In a new joint report by NGOs, Oxfam International and Health Action International (HAI), they argue that the EU is contradicting global trade rules by putting the interests of pharmaceutical majors ahead of worldwide accessibility of essential medicines. Some of which were to treat HIV/AIDS, heart disease, schizophrenia and dementia, say the NGOs.
The last 17 shipments were as follows; 16 from India and one from China” five were bound for Peru, four for Colombia, two each for Ecuador and Mexico and one each for Brazil, Nigeria, Portugal and Spain.
The EU is now exerting pressure on developing nations to surrender their guaranteed rights to affordable generic medicines and is calling for intellectual property (IP) rules to be toughened under free trade deals (FTAs). NGOs say their plans will increase drug prices in these countries.

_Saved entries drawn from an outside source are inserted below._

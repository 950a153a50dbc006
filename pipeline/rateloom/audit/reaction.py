"""The members of a reaction against each other: atoms, charge, spin, levels of theory, energies."""

from collections import Counter
from collections.abc import Callable, Sequence

from scipy.constants import N_A, kilo

from rateloom.audit.levels import level_remarks
from rateloom.audit.limits import Limits
from rateloom.audit.members import Member, Members
from rateloom.remarks import Remark


def reaction_remarks(members: Members, limits: Limits | None = None) -> tuple[Remark, ...]:
    """Check one reaction.

    Parameters
    ----------
    members : Members
        Reactants and products once per molecule, in SI units.
    limits : Limits or None
        Thresholds, each in the unit of its name; the defaults where None.

    Returns
    -------
    tuple of Remark
        ``atoms-not-balanced``, ``charge-not-balanced``, ``spin-not-conserved``, ``levels-differ``,
        ``level-not-comparable``, ``programs-differ``, ``program-versions-differ``, ``frequency-scales-differ``,
        ``unusual-frequency-scale``, ``barrier-below-reactants``, ``barrier-below-products``.

    References
    ----------
    .. [1] E. Wigner, E. E. Witmer, Z. Phys. 51 (1928) 859, for the coupling of spins (from memory).
    """
    checks: tuple[Callable[[Members], list[Remark]], ...] = (_atoms, _charge, _spin)
    remarks = [remark for check in checks for remark in check(members)]
    remarks += level_remarks(members, limits or Limits())
    codes = {remark.code for remark in remarks}
    if not codes & {"atoms-not-balanced", "levels-differ"}:
        # Energies of other atoms or another level are no barrier.
        remarks += _barriers(members)
    return tuple(remarks)


def _formula(composition: Counter[str]) -> str:
    return " ".join(f"{element}{count}" for element, count in sorted(composition.items()))


def _atoms(members: Members) -> list[Remark]:
    saddle = Counter(dict(members.saddle.species.composition))
    remarks = []
    for side, molecules in members.sides:
        total: Counter[str] = Counter()
        for molecule in molecules:
            total.update(dict(molecule.species.composition))
        if total != saddle:
            message = (
                f"the {side} hold {_formula(total)}, the saddle {members.saddle.name} holds {_formula(saddle)}: "
                "correct the equation or the transition state"
            )
            remarks.append(Remark("atoms-not-balanced", message, _formula(total), _formula(saddle)))
    return remarks


def _charge(members: Members) -> list[Remark]:
    saddle = members.saddle.species.charge
    remarks = []
    for side, molecules in members.sides:
        total = sum(molecule.species.charge for molecule in molecules)
        if total != saddle:
            message = f"the {side} carry charge {total:+d}, the saddle {members.saddle.name} carries {saddle:+d}"
            remarks.append(Remark("charge-not-balanced", message, f"{total:+d}", f"{saddle:+d}"))
    return remarks


def _spin(members: Members) -> list[Remark]:
    """Check that the spins of each side can couple to that of the saddle (Wigner-Witmer rules)."""
    saddle = members.saddle.species.multiplicity
    remarks = []
    for side, molecules in members.sides:
        possible = {1}
        for molecule in molecules:
            own = molecule.species.multiplicity
            possible = {m for other in possible for m in range(abs(other - own) + 1, other + own, 2)}
        if saddle not in possible:
            listed = ", ".join(str(multiplicity) for multiplicity in sorted(possible))
            message = (
                f"the {side} can have multiplicity {listed}, the saddle {members.saddle.name} has {saddle}: "
                "it belongs to another potential-energy surface"
            )
            remarks.append(Remark("spin-not-conserved", message, str(saddle), listed))
    return remarks


def _barriers(members: Members) -> list[Remark]:
    """Check that the saddle lies above both sides, zero-point energies included."""
    top = members.saddle.species.ground_energy
    remarks = []
    for side, molecules in members.sides:
        barrier = (top - _ground(molecules)) * N_A / kilo
        if barrier < 0.0:
            message = (
                f"with zero-point energies the saddle lies {-barrier:.2f} kJ/mol below the {side}: a complex may lie "
                "before it, and the rate coefficient is then not that of this saddle alone"
            )
            remarks.append(Remark(f"barrier-below-{side}", message, f"{barrier:.2f} kJ/mol", "0 kJ/mol"))
    return remarks


def _ground(molecules: Sequence[Member]) -> float:
    return sum(molecule.species.ground_energy for molecule in molecules)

However, they add that, at the same time, Europe is trying to reduce domestic medicine prices, with 24 out of the Community’s 27 member states having already taken steps to implement drug price controls.
“The EU is guilty of double standards – one rule for the rich and another for the poor,” said Elise Ford, head of EU advocacy at Oxfam.
European policies are directly responsible for the rising costs of medicines in developing countries, which spend as much as 60% of their health budgets on medicines.
Moreover, millions of poor people in these countries have to pay for medicines out of their own pockets, so even a small price rise can make them unaffordable, she noted.
And according to Sophie Bloemen, projects officer at HAI Europe, “there is growing evidence that the EU’s trade agenda is causing severe damage to public health in developing countries.”